I have a requirement that needs me to parse and validate redirection url. For example, in https://google.com?redirect_to=%2Ftarget%2Fdestination%3Fsource%3Dgoogle it would be %2Ftarget%2Fdestination%3Fsource%3Dgoogle
part (decoded to /target/destination?source=google
). Because that’s a query parameter, some malicious script (redirect_to=javascript:BOOM!
) can be put in there so I need to ensure that doesn’t happen.
I’ve been thinking about this issue for some time, but I couldn’t find a satisfactory solution.
The simplest hack would be to just check whether the parameter value starts with javascript
, but I wanted something more robust.
The problem is that, although I have valid routes defined in Route
type and have implemented parsers for all those routes, I can’t use them because Elm’s Url.Parser
library only allows parsing a full url. And because my partial url lacks scheme and host, I can’t use that.
I tried to implement an alternative version of Url.parse
function that takes three arguments paths, queries, and fragments instead of single Url
type. But I couldn’t fork the Url
library because it had Kernel codes inside it, and I didn’t want to use fork the compiler just for that.
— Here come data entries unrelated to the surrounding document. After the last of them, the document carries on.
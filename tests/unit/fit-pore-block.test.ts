// The Hill block formula against the pore-block worked values of Mirams et al. 2011
// (tests/fixtures/check-values/pore-block-mirams-2011.json).
import poreBlock from '../fixtures/check-values/pore-block-mirams-2011.json';
import { expect, test } from 'vitest';
import { hillBlock, hillCurveModel } from '@/lib/science/fit/hill-model';

// Mirams et al. 2011, Cardiovasc Res 91:53–61: block = 1/(1 + (IC50/C)^h), at this test's own IC50
// and slope (the slope only where the worked value holds for any slope).
const chosen: Record<string, { ic50_uM: number; h: number }> = {
  'C = IC50': { ic50_uM: 2.5, h: 1 },
  'h = 1, C = 10·IC50': { ic50_uM: 0.7, h: 1 },
  'h = 2, C = IC50/3': { ic50_uM: 4, h: 2 },
  'C = 0': { ic50_uM: 3, h: 1.3 },
};
test.each(
  poreBlock.workedValues.map((w) => {
    const { ic50_uM, h } = chosen[w.case]!;
    return [w.case, w.concentrationOverIc50 * ic50_uM, ic50_uM, w.hillSlope ?? h, w.blockFraction] as const;
  }),
)('%s', (_case, concentration_uM, ic50_uM, h, expected) => {
  expect(hillBlock(concentration_uM, ic50_uM, h)).toBeCloseTo(expected, 6);
  // The fitting model (on log10 C) gives the same value.
  const model = hillCurveModel('hill2');
  expect(
    model.evaluate(Math.log10(concentration_uM), Float64Array.from([Math.log10(ic50_uM), h])),
  ).toBeCloseTo(expected, 6);
});

test('analytic gradient of the fitting model matches central differences', () => {
  // Check of our own derivation against numerical differentiation (no outside value needed).
  const model = hillCurveModel('hill4');
  const p = Float64Array.from([0.3, 1.4, 0.05, 0.92]);
  const gradient = new Float64Array(4);
  for (const x of [-2, -0.5, 0.3, 1, 2.5]) {
    model.evaluate(x, p, gradient);
    for (let j = 0; j < 4; j++) {
      const up = Float64Array.from(p);
      const down = Float64Array.from(p);
      up[j] = up[j]! + 1e-6;
      down[j] = down[j]! - 1e-6;
      const numeric = (model.evaluate(x, up) - model.evaluate(x, down)) / 2e-6;
      expect(gradient[j]).toBeCloseTo(numeric, 7);
    }
  }
});

test('no overflow far from the IC50', () => {
  // At 10^300-fold above or below the IC50 block is 1 or 0, never NaN.
  expect(hillBlock(1e150, 1e-150, 1)).toBe(1);
  expect(hillBlock(1e-150, 1e150, 1)).toBeCloseTo(0, 12);
  const g = new Float64Array(2);
  expect(hillCurveModel('hill2').evaluate(-300, Float64Array.from([300, 2]), g)).toBe(0); // 10^−1200 underflows to 0
  expect(Array.from(g).every(Number.isFinite)).toBe(true);
});
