import si from '../fixtures/check-values/si-prefixes-bipm-2019.json';
import { describe, expect, test } from 'vitest';
import { readQuantity, readText } from '@/lib/imports/read-cell';
import { fromCanonical, parseUnit, toCanonical, type QuantityKind, type Unit } from '@/lib/imports/units';

// Unit factors are SI prefixes (BIPM SI Brochure, 9th edition, table 7; si-prefixes-bipm-2019.json in
// tests/fixtures/check-values): p = 1e-12, n = 1e-9, µ = 1e-6, m = 1e-3, M = 1e6, G = 1e9.
describe('toCanonical', () => {
  const cases: [number, Unit, QuantityKind, number][] = [
    [1000, 'nM', 'concentration', 1],
    [300, 'nM', 'concentration', 0.3],
    [0.3, 'nM', 'concentration', 0.0003],
    [500, 'pM', 'concentration', 0.0005],
    [2.5, 'uM', 'concentration', 2.5],
    [1, 'mM', 'concentration', 1000],
    [1, 'M', 'concentration', 1_000_000],
    [-2.3456, 'nA', 'current', -2345.6],
    [-812.4, 'pA', 'current', -812.4],
    [1500, 'MOhm', 'sealResistance', 1.5],
    [1.2, 'GOhm', 'sealResistance', 1.2],
    [0.012, 'GOhm', 'seriesResistance', 12],
    [7.5, 'MOhm', 'seriesResistance', 7.5],
    [0.018, 'nF', 'capacitance', 18],
    [18, 'pF', 'capacitance', 18],
  ];
  test.each(cases)('%d %s of %s is %d in the canonical unit', (value, unit, kind, expected) => {
    expect(toCanonical(value, unit, kind)).toBe(expected);
  });

  test('the expected values above follow from the SI prefixes', () => {
    // Canonical units: µM, pA, GΩ (seal), MΩ (series), pF. Each unit's prefix, and each kind's canonical prefix.
    const prefix: Record<Unit, keyof typeof si.prefixFactors> = {
      pM: 'p',
      nM: 'n',
      uM: 'µ',
      mM: 'm',
      M: '',
      pA: 'p',
      nA: 'n',
      MOhm: 'M',
      GOhm: 'G',
      pF: 'p',
      nF: 'n',
    };
    const canonical: Record<QuantityKind, keyof typeof si.prefixFactors> = {
      concentration: 'µ',
      current: 'p',
      sealResistance: 'G',
      seriesResistance: 'M',
      capacitance: 'p',
    };
    for (const [value, unit, kind, expected] of cases) {
      const fromPrefixes = (value * si.prefixFactors[prefix[unit]]) / si.prefixFactors[canonical[kind]];
      expect(Math.abs(expected - fromPrefixes)).toBeLessThanOrEqual(1e-12 * Math.abs(expected));
    }
  });

  test('fromCanonical undoes toCanonical', () => {
    expect(fromCanonical(0.3, 'nM', 'concentration')).toBe(300);
    expect(fromCanonical(-2345.6, 'nA', 'current')).toBe(-2.3456);
    expect(toCanonical(fromCanonical(1.234, 'MOhm', 'sealResistance'), 'MOhm', 'sealResistance')).toBe(1.234);
  });
});

describe('parseUnit', () => {
  test.each<[string, QuantityKind, Unit | null]>([
    ['nM', 'concentration', 'nM'],
    ['µM', 'concentration', 'uM'],
    ['μM', 'concentration', 'uM'],
    ['uM', 'concentration', 'uM'],
    ['umol/L', 'concentration', 'uM'],
    ['(mM)', 'concentration', 'mM'],
    ['M', 'concentration', 'M'],
    ['[pA]', 'current', 'pA'],
    ['nA', 'current', 'nA'],
    ['GΩ', 'sealResistance', 'GOhm'],
    ['MOhm', 'seriesResistance', 'MOhm'],
    ['Mohms', 'sealResistance', 'MOhm'],
    ['pF', 'capacitance', 'pF'],
    ['pA', 'concentration', null],
    ['kg', 'capacitance', null],
  ])('"%s" as a %s unit is %s', (text, kind, expected) => {
    expect(parseUnit(text, kind)).toBe(expected);
  });
});

describe('readQuantity', () => {
  test.each<[string | number | boolean | null, number | null]>([
    [1000, 1],
    ['1000', 1],
    [' 1e3 ', 1],
    ['300 nM', 0.3],
    ['2 µM', 2],
    ['', null],
    [null, null],
    ['NA', null],
    ['n/a', null],
    ['-', null],
    ['#N/A', null],
  ])('%j in a nM column reads as %j µM', (cell, expected) => {
    expect(readQuantity(cell, 'concentration', 'nM')).toEqual({ ok: true, value: expected });
  });

  test.each<[string | boolean, string, string]>([
    ['NaN', 'not_finite', '"NaN" is not a finite number'],
    ['Infinity', 'not_finite', '"Infinity" is not a finite number'],
    ['-inf', 'not_finite', '"-inf" is not a finite number'],
    ['1e400', 'not_finite', '"1e400" is not a finite number'],
    ['abc', 'not_numeric', '"abc" is not a number'],
    ['<0.1', 'not_numeric', '"<0.1" is not a number'],
    ['1.2.3', 'not_numeric', '"1.2.3" is not a number'],
    ['#DIV/0!', 'not_numeric', '"#DIV/0!" is not a number'],
    [true, 'not_numeric', 'TRUE is not a number'],
    ['5 pA', 'unknown_unit', '"5 pA" has the unit "pA", which is not one of pM, nM, µM, mM, M'],
  ])('%j is refused as %s', (cell, code, detail) => {
    expect(readQuantity(cell, 'concentration', 'nM')).toEqual({ ok: false, code, detail });
  });

  test('a decimal comma is read only where the sheet uses one', () => {
    expect(readQuantity('1,5', 'current', 'nA', true)).toEqual({ ok: true, value: 1500 });
    expect(readQuantity('1,5', 'current', 'nA', false)).toMatchObject({ ok: false, code: 'not_numeric' });
  });

  test('readText trims, writes numbers out and treats missing markers as empty', () => {
    expect(readText('  GW-0001 ')).toBe('GW-0001');
    expect(readText(12345)).toBe('12345');
    expect(readText('N/A')).toBeNull();
    expect(readText(undefined)).toBeNull();
  });
});
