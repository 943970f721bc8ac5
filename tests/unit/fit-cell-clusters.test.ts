import { describe, expect, test } from 'vitest';
import { cellClusterCovariance, pointsShareCells } from '@/lib/science/fit/cell-clusters';
import { fitHill } from '@/lib/science/fit/hill-fit';
import { makeRandom } from '@/scripts/demo-plates/random';
import { analysePlate, type AnalysisReadout, type AnalysisWell } from '@/lib/science/plate-analysis';
import type { CurveModel } from '@/lib/science/fit/least-squares-model';

// Cumulative application: each simulated cell receives the whole series in turn, so its points share the
// cell's run-down and the cell's own potency. The truth of every simulation is IC50 1 µM (log10 0), Hill
// slope 1, by construction (the numbers are invented, as in tests/fixtures/export-layouts/truth.ts).
const SERIES_UM = [0.01, 0.03, 0.1, 0.3, 1, 3, 10, 30];

interface Simulation {
  cells: number;
  /** σ of the cell's own log10 IC50 around the truth. */
  cellLog10Sd: number;
  /** σ of the cell's run-down factor (mean 1) on the current left unblocked. */
  rundownSd: number;
  /** σ of each application's own scatter (fraction). */
  noiseSd: number;
}

/** One simulated compound: `cells` cells × the series, seeded. */
function simulate(seed: number, s: Simulation) {
  const random = makeRandom(seed);
  const concentration_uM: number[] = [];
  const block: number[] = [];
  const cell: string[] = [];
  for (let g = 0; g < s.cells; g += 1) {
    const shift = random.normal(0, s.cellLog10Sd);
    const rundown = random.normal(1, s.rundownSd);
    for (const c of SERIES_UM) {
      const blocked = 1 / (1 + 10 ** (shift - Math.log10(c)));
      concentration_uM.push(c);
      block.push(1 - (1 - blocked) * rundown + random.normal(0, s.noiseSd));
      cell.push(`cell-${g}`);
    }
  }
  return { concentration_uM, block, cell };
}

/** Coverage of log10 IC50 = 0 and mean width (log10 units) of the naive and the cell-level 95 % CIs. */
function coverage(s: Simulation, replicates: number, firstSeed: number) {
  const tally = { naive: 0, cell: 0, naiveWidth: 0, cellWidth: 0, fitted: 0 };
  for (let i = 0; i < replicates; i += 1) {
    const data = simulate(firstSeed + i, s);
    const naive = fitHill({ concentration_uM: data.concentration_uM, block: data.block }).ic50Ci95_uM;
    const byCell = fitHill(data).ic50Ci95_uM;
    if (!naive || !byCell) continue;
    tally.fitted += 1;
    if (naive[0] <= 1 && naive[1] >= 1) tally.naive += 1;
    if (byCell[0] <= 1 && byCell[1] >= 1) tally.cell += 1;
    tally.naiveWidth += Math.log10(naive[1] / naive[0]);
    tally.cellWidth += Math.log10(byCell[1] / byCell[0]);
  }
  return {
    fitted: tally.fitted,
    naive: tally.naive / tally.fitted,
    cell: tally.cell / tally.fitted,
    naiveWidth: tally.naiveWidth / tally.fitted,
    cellWidth: tally.cellWidth / tally.fitted,
  };
}

const REPLICATES = 400;

describe('the CI of log IC50 with the cell as the unit (cumulative application)', () => {
  // With 400 replicates the binomial SD of a 95 % coverage is 1.1 %: 0.92–0.98 is about ±2.7 SD.
  test.each([
    // Cells differ in potency (σ 0.15 log10) and run-down (σ 3 %), scatter 3 %: six cells, as on the fixture plate.
    { cells: 6, cellLog10Sd: 0.15, rundownSd: 0.03, noiseSd: 0.03 },
    // Run-down shared by the cell only (the fixture truth's noise: σ 2.1 %, scatter 2.6 %).
    { cells: 6, cellLog10Sd: 0, rundownSd: 0.021, noiseSd: 0.026 },
    // Few cells: four.
    { cells: 4, cellLog10Sd: 0.15, rundownSd: 0.03, noiseSd: 0.03 },
  ])(
    '$cells cells, cell σ log10 IC50 $cellLog10Sd, run-down σ $rundownSd: wider than the naive CI, about nominal coverage',
    (s) => {
      const seen = coverage(s, REPLICATES, 18_000);
      expect(seen.fitted).toBeGreaterThanOrEqual(REPLICATES * 0.99);
      expect(seen.cellWidth).toBeGreaterThan(seen.naiveWidth);
      expect(seen.cell).toBeGreaterThanOrEqual(0.92);
      expect(seen.cell).toBeLessThanOrEqual(0.98);
    },
  );

  test('where cells differ in potency the naive CI misses the truth far more often than one time in twenty', () => {
    const seen = coverage(
      { cells: 6, cellLog10Sd: 0.15, rundownSd: 0.03, noiseSd: 0.03 },
      REPLICATES,
      18_000,
    );
    expect(seen.naive).toBeLessThan(0.8);
    expect(seen.cellWidth / seen.naiveWidth).toBeGreaterThan(2);
  });

  test('the same data give the same interval (deterministic), and the estimate is the pooled fit’s', () => {
    const data = simulate(7, { cells: 6, cellLog10Sd: 0.1, rundownSd: 0.03, noiseSd: 0.03 });
    const pooled = fitHill({ concentration_uM: data.concentration_uM, block: data.block });
    const byCell = fitHill(data);
    expect(fitHill(data)).toEqual(byCell);
    expect(byCell.ic50_uM).toBe(pooled.ic50_uM);
    expect(byCell.estimate!.intervalUnit).toBe('cell');
    expect(byCell.estimate!.cells).toBe(6);
    expect(byCell.estimate!.degreesOfFreedom).toBe(5);
    expect(pooled.estimate!.intervalUnit).toBe('point');
    expect(pooled.estimate!.degreesOfFreedom).toBe(48 - 2);
    expect(byCell.message).toMatch(
      /cells as the unit\), Hill slope [\d.]+, from 48 applications to 6 cells at 8/,
    );
  });

  test('one point per cell is the naive interval; one cell alone gives no interval', () => {
    const data = simulate(8, { cells: 6, cellLog10Sd: 0.1, rundownSd: 0.03, noiseSd: 0.03 });
    const ownCells = data.cell.map((_, i) => `well-${i}`);
    expect(pointsShareCells(ownCells)).toBe(false);
    expect(fitHill({ ...data, cell: ownCells })).toEqual(
      fitHill({ concentration_uM: data.concentration_uM, block: data.block }),
    );
    const oneCell = simulate(9, { cells: 1, cellLog10Sd: 0, rundownSd: 0.02, noiseSd: 0.03 });
    const alone = fitHill(oneCell);
    expect(alone.status).toBe('fitted');
    expect(alone.ic50Ci95_uM).toBeNull();
    expect(alone.flags.map((f) => f.code)).toContain('no_confidence_interval');
  });

  test('for a straight line with the same design in every cell, the covariance is the variance of the cells’ own estimates over G', () => {
    // Worked by hand: y = a + b·x on x = 0, 1, 2 in three cells; each cell's own line is exact, with
    // intercepts 0, 1, 2 and slopes 1, 1, 4: the pooled fit is their mean (a 1, b 2), and with
    // c = G/(G−1)·(n−1)/(n−p) = 3/2 · 8/7 the variance of b is c·Σ(b_g − b̄)²/G² = (12/7)·6/9 = 8/7.
    const line: CurveModel = {
      parameterCount: 2,
      evaluate(x, p, gradient) {
        if (gradient) {
          gradient[0] = 1;
          gradient[1] = x;
        }
        return p[0]! + p[1]! * x;
      },
    };
    const x = [0, 1, 2, 0, 1, 2, 0, 1, 2];
    const y = [0, 1, 2, 1, 2, 3, 2, 6, 10];
    const cells = ['a', 'a', 'a', 'b', 'b', 'b', 'c', 'c', 'c'];
    const v = cellClusterCovariance(line, x, y, [1, 2], cells)!;
    expect(v.cells).toBe(3);
    expect(v.degreesOfFreedom).toBe(2);
    expect(v.covariance[1]![1]).toBeCloseTo(8 / 7, 12);
    // Intercepts 0, 1, 2 about their mean 1: Σ = 2, so c·2/9 = (12/7)·(2/9) = 8/21.
    expect(v.covariance[0]![0]).toBeCloseTo(8 / 21, 12);
  });

  test('analysePlate gives the cells of a cumulative plate to the fit, and single-application wells not', () => {
    const wells: AnalysisWell[] = [];
    const readouts: AnalysisReadout[] = [];
    const well = (id: string, role: AnalysisWell['role'], compoundId: string | null, c: number | null) =>
      wells.push({
        id,
        role,
        compoundId,
        excluded: false,
        concentration_uM: c,
        sealResistance_GOhm: 1.5,
        seriesResistance_MOhm: 5,
        capacitance_pF: 18,
      });
    for (let v = 0; v < 4; v += 1) {
      well(`veh-${v}`, 'vehicle', null, null);
      readouts.push({
        id: `veh-${v}`,
        wellId: `veh-${v}`,
        target: 'Nav1.7',
        controlCurrent_pA: -2000,
        compoundCurrent_pA: -1990 + 10 * v,
      });
    }
    for (let r = 0; r < 4; r += 1) {
      well(`ref-${r}`, 'reference', null, 1);
      readouts.push({
        id: `ref-${r}`,
        wellId: `ref-${r}`,
        target: 'Nav1.7',
        controlCurrent_pA: -2000,
        compoundCurrent_pA: -40 - 5 * r,
      });
    }
    const data = simulate(11, { cells: 5, cellLog10Sd: 0.1, rundownSd: 0.03, noiseSd: 0.03 });
    data.block.forEach((b, i) => {
      const cellId = data.cell[i]!;
      if (!wells.some((w) => w.id === cellId)) well(cellId, 'test', 'CUM', null);
      readouts.push({
        id: `r-${i}`,
        wellId: cellId,
        target: 'Nav1.7',
        controlCurrent_pA: -2000,
        compoundCurrent_pA: -2000 * (1 - b),
        concentration_uM: data.concentration_uM[i]!,
      });
      well(`single-${i}`, 'test', 'ONE', data.concentration_uM[i]!);
      readouts.push({
        id: `s-${i}`,
        wellId: `single-${i}`,
        target: 'Nav1.7',
        controlCurrent_pA: -2000,
        compoundCurrent_pA: -2000 * (1 - b),
      });
    });
    const fits = analysePlate(wells, readouts).fits;
    const cumulative = fits.find((f) => f.compoundId === 'CUM')!.result;
    const single = fits.find((f) => f.compoundId === 'ONE')!.result;
    expect(cumulative.estimate!.intervalUnit).toBe('cell');
    expect(cumulative.estimate!.cells).toBe(5);
    expect(single.estimate!.intervalUnit).toBe('point');
    // The same numbers: the same estimate; the cell-level interval is the wider.
    expect(cumulative.ic50_uM).toBeCloseTo(single.ic50_uM!, 10);
    const width = (ci: [number, number] | null) => Math.log10(ci![1] / ci![0]);
    expect(width(cumulative.ic50Ci95_uM)).toBeGreaterThan(width(single.ic50Ci95_uM));
  });
});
Next option I looked into was the standalone Parse
library, but that type is not compatible with the rest of functions from Url
library and the Url.Parser
s that I’ve defined.
There’s also an option to include origin information in my Route
type:
type alias Origin = String
type Route
= SignIn Origin
| Landing Origin
| MyPage Origin MyPageRoute
type MyPageRoute
= Account
| Orders
Unfortunately this approach is quite inelegant and leads to tons of boilerplate code and unnecessary pattern matchings. I’d rather just check for javascript
string than to take this approach.
I’m still trying to find a good solution, but I can’t think of one. If anyone has come up with a good way to handle a case like this, I’d love to hear about it!